Go to the line in the entries below that holds "and words. */" and repeat exactly from there through the line that holds "baselinePressureSwingCmH2O: number | null;", inclusive.

(Saved data entries)
--- --- ---
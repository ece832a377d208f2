/**
 * The EHR token request (RFC 6749 §4.4, client credentials) never follows a redirect: the client
 * secret goes to the configured token URL only. A token endpoint that answers 307/302 is an
 * authentication failure the operator must fix, and the redirect target never sees the secret.
 */
import { createServer, type IncomingMessage, type Server } from 'node:http';
import type { AddressInfo } from 'node:net';
import { afterAll, beforeAll, describe, expect, it } from 'vitest';
import { TokenError, TokenProvider } from '../../src/delivery/ehr-client';

const listen = (handler: (req: IncomingMessage, body: string) => { status: number; headers?: Record<string, string>; body?: string }) =>
  new Promise<Server>((resolve) => {
    const s = createServer((req, res) => {
      let body = '';
      req.on('data', (c) => (body += c));
      req.on('end', () => {
        const a = handler(req, body);
        res.writeHead(a.status, a.headers ?? {}).end(a.body ?? '');
      });
    });
    s.listen(0, '127.0.0.1', () => resolve(s));
  });
const urlOf = (s: Server, p: string) => `http://127.0.0.1:${(s.address() as AddressInfo).port}${p}`;

let thief: Server;
const stolen: string[] = [];
beforeAll(async () => {
  thief = await listen((_req, body) => {
    stolen.push(body);
    return { status: 200, headers: { 'content-type': 'application/json' }, body: JSON.stringify({ access_token: 'from-elsewhere', expires_in: 300 }) };
  });
});
afterAll(async () => {
  await new Promise((r) => thief.close(r));
});

describe('EHR token request', () => {
  it('refuses a redirect as an authentication failure and never sends the secret to its target', async () => {
    for (const status of [307, 302, 308]) {
      const s = await listen(() => ({ status, headers: { location: urlOf(thief, '/token') } }));
      try {
        const tokens = new TokenProvider({
          fhirBaseUrl: 'http://127.0.0.1:9/fhir',
          tokenUrl: urlOf(s, '/oauth/token'),
          clientId: 'ebbgate-gateway',
          clientSecret: 'the-client-secret-1',
          requestTimeoutMs: 3000,
        });
        const err = await tokens.get().then(
          () => null,
          (e: unknown) => e,
        );
        expect(err).toBeInstanceOf(TokenError);
        expect((err as TokenError).outcome).toMatchObject({ kind: 'auth', httpStatus: status });
      } finally {
        await new Promise((r) => s.close(r));
      }
    }
    expect(stolen).toEqual([]);
  });
});
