/** One fast-flush test found in the arterial pressure, with the line's dynamic response. */
export interface FlushTestResult {
  /** Time the flush valve was released (end of the square wave), s from window start. */
  releaseTime: number;
  /** Natural frequency from the period of the oscillations after release, Hz. */
  naturalFrequencyHz: number | null;
  /** Damping ratio from the amplitude ratio of successive oscillations (Gardner 1981). */
  dampingRatio: number | null;
  /** Ratio of the second to the first overshoot amplitude, or null when there is no ringing. */
  amplitudeRatio: number | null;
  /** Number of oscillation peaks measured. */
  oscillations: number;
  region: GardnerRegion;
  /** The Gardner chart region in words, for the console. */
  regionText: string;
}

/** Over- or under-damping estimated from beat shape alone (no flush in the window). */
export type DampingEstimate = 'over-damped' | 'under-damped' | 'adequate' | 'unknown';

/** Respiratory mechanics from airway pressure and the tidal volume in context. */
export interface RespiratoryMechanics {
  peepCmH2O: number | null;
  peakCmH2O: number | null;
  plateauCmH2O: number | null;
  /** How the plateau was found: an end-inspiratory pause, or the peak used in its place. */
  plateauSource: 'end-inspiratory-pause' | 'estimated-from-peak' | null;
  /** Plateau − PEEP, cmH2O. */
  drivingPressureCmH2O: number | null;
  /** Vt / (plateau − PEEP), mL/cmH2O (or the value given in context when no airway pressure). */
  complianceMlPerCmH2O: number | null;
  complianceSource: 'airway-pressure' | 'context' | null;
  /** Median airway-pressure swing (peak − PEEP) per breath, cmH2O. */
  pressureSwingCmH2O: number | null;
}

/** How the cycles kept compare with the cycles dropped. */
export interface SelectionReport {
  cyclesTotal: number;
  cyclesDropped: number;
  /** Share of complete cycles dropped. */
  droppedFraction: number;
  /** Mean PPV of all complete cycles with a computable value (kept or not), %. */
  ppvAllCycles: number | null;
  /** Mean pulse pressure of the beats in kept minus in dropped cycles, mmHg. */
  pulsePressureDifference: number | null;
}

/** Verdict of a tidal volume challenge. */
export type ChallengeVerdict = 'positive' | 'negative' | 'cannot-be-judged';

/** Stable reason codes when a tidal volume challenge cannot be judged. */
export type ChallengeReason =
  | 'no-step' // no rise of tidal volume found
  | 'step-too-small' // the step is under the minimum (mL/kg PBW, or share of Vt without PBW)
  | 'step-too-short' // the higher volume was not held for the minimum time
  | 'baseline-not-low' // baseline tidal volume not near 6 mL/kg PBW
  | 'airway-pressure-not-risen' // airway-pressure swing did not rise with the step
  | 'baseline-not-valid' // no valid PPV window at the low volume
  | 'challenge-not-valid' // no valid PPV window at the higher volume
  | 'irregular-rhythm'
  | 'spontaneous-effort'
  | 'ventilation-unconfirmed';

/**
 * Tidal volume challenge (Myatra et al., Crit Care Med 2017, from memory): in patients ventilated
 * at 6 mL/kg PBW, tidal volume raised to 8 mL/kg for one minute; an absolute rise of PPV of about
 * 3.5 points or more predicted fluid responsiveness.
 */
export interface TidalVolumeChallengeResult {
  engineVersion: string;
  /** PPV of the last valid window at the low volume, %. */
  baselinePpv: number | null;
  /** PPV after (at least) one minute at the higher volume, %. */
  challengePpv: number | null;
  /** challengePpv − baselinePpv, percentage points. */
  deltaPpv: number | null;
  /** Rise in points at or above which the verdict is positive. */
  threshold: number;
  thresholdSource: string;
  verdict: ChallengeVerdict;
  /** Why the challenge cannot be judged (empty when judged), codes and words. */
  reasons: ChallengeReason[];
  reasonTexts: string[];
  baselineTidalVolumeMl: number | null;
  challengeTidalVolumeMl: number | null;
  baselineMlPerKg: number | null;
  challengeMlPerKg: number | null;
  /** When the step happened, s from the start of the first segment. */
  stepAtSeconds: number | null;
  /** How long the higher volume was held in the input, s. */
  challengeHeldSeconds: number | null;
  baselineVerdict: Verdict | null;
  challengeVerdict: Verdict | null;
  /** Airway-pressure swing before and after the step, cmH2O, when airway pressure is present. */
  baselinePressureSwingCmH2O: number | null;
  challengePressureSwingCmH2O: number | null;
  /** Flag codes of the two windows, for the reader. */
  baselineFlags: FlagCode[];
  challengeFlags: FlagCode[];
  cautions: string[];
}

/**
 * A whole tidal volume challenge for the engine: consecutive segments (each an analysis window
 * with its own context), earliest first, or one window with context changes inside it.
 */
export interface ChallengeInput {
  segments: AnalysisInput[];
}

/** A context change inside one batch: from `atSeconds` on, `context` applies. */
export interface ContextChange {
  atSeconds: number;
  context: AnalysisContext;
}

export interface ArterialLineReport {
  /** Fraction of accepted beats showing a dicrotic notch. */
  notchFraction: number | null;
  /** Over-damping suspected (from the flush test when there is one, else from beat shape). */
  dampingSuspected: boolean;
  /** Under-damping (ringing) suspected. */
  underDampingSuspected: boolean;
  flushSuspected: boolean;
  /** Fast-flush tests found in the window (Gardner 1981), earliest first. */
  flushTests: FlushTestResult[];
  /** Damping from beat shape alone (used when no flush test could be measured). */
  dampingEstimate: DampingEstimate;
  /** Median upstroke (foot to peak) duration of clean beats, s. */
  upstrokeSeconds: number | null;
}

export interface AnalysisResult {
  engineVersion: string;
  settings: AnalysisSettings;
  startTime: string | null;
  durationSeconds: number;
  channels: ChannelReport[];
  beats: { abp: BeatSeries | null; pleth: BeatSeries | null };
  respiration: RespirationReport;
  cycles: RespiratoryCycle[];
  indices: Indices;
  verdict: Verdict;
  /** Verdict per index where it differs from the window verdict; rates (HR, RR, HR/RR) are judged as measurements, not by the validity conditions of the dynamic indices. */
  indexVerdicts: Partial<Record<IndexName, Verdict>>;
  flags: Flag[];
  arterialLine: ArterialLineReport | null;
  cautions: string[];
  bands: DecisionBand[];
  /** Predicted body weight (Devine/ARDSNet), kg, when height and sex are known. */
  predictedBodyWeightKg: number | null;
  /** Tidal volume per kg PBW, when known. */
  tidalVolumeMlPerKg: number | null;
  /** Compliance and driving pressure, when airway pressure and tidal volume allow. */
  respiratoryMechanics: RespiratoryMechanics | null;
  /** Kept against dropped cycles. */
  selection: SelectionReport;
}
--- --- ---
Output of the task:
  /** Why the challenge cannot be judged (empty when judged), codes and words. */
  reasons: ChallengeReason[];
  reasonTexts: string[];
  baselineTidalVolumeMl: number | null;
  challengeTidalVolumeMl: number | null;
  baselineMlPerKg: number | null;
  challengeMlPerKg: number | null;
  /** When the step happened, s from the start of the first segment. */
  stepAtSeconds: number | null;
  /** How long the higher volume was held in the input, s. */
  challengeHeldSeconds: number | null;
  baselineVerdict: Verdict | null;
  challengeVerdict: Verdict | null;
  /** Airway-pressure swing before and after the step, cmH2O, when airway pressure is present. */
  baselinePressureSwingCmH2O: number | null;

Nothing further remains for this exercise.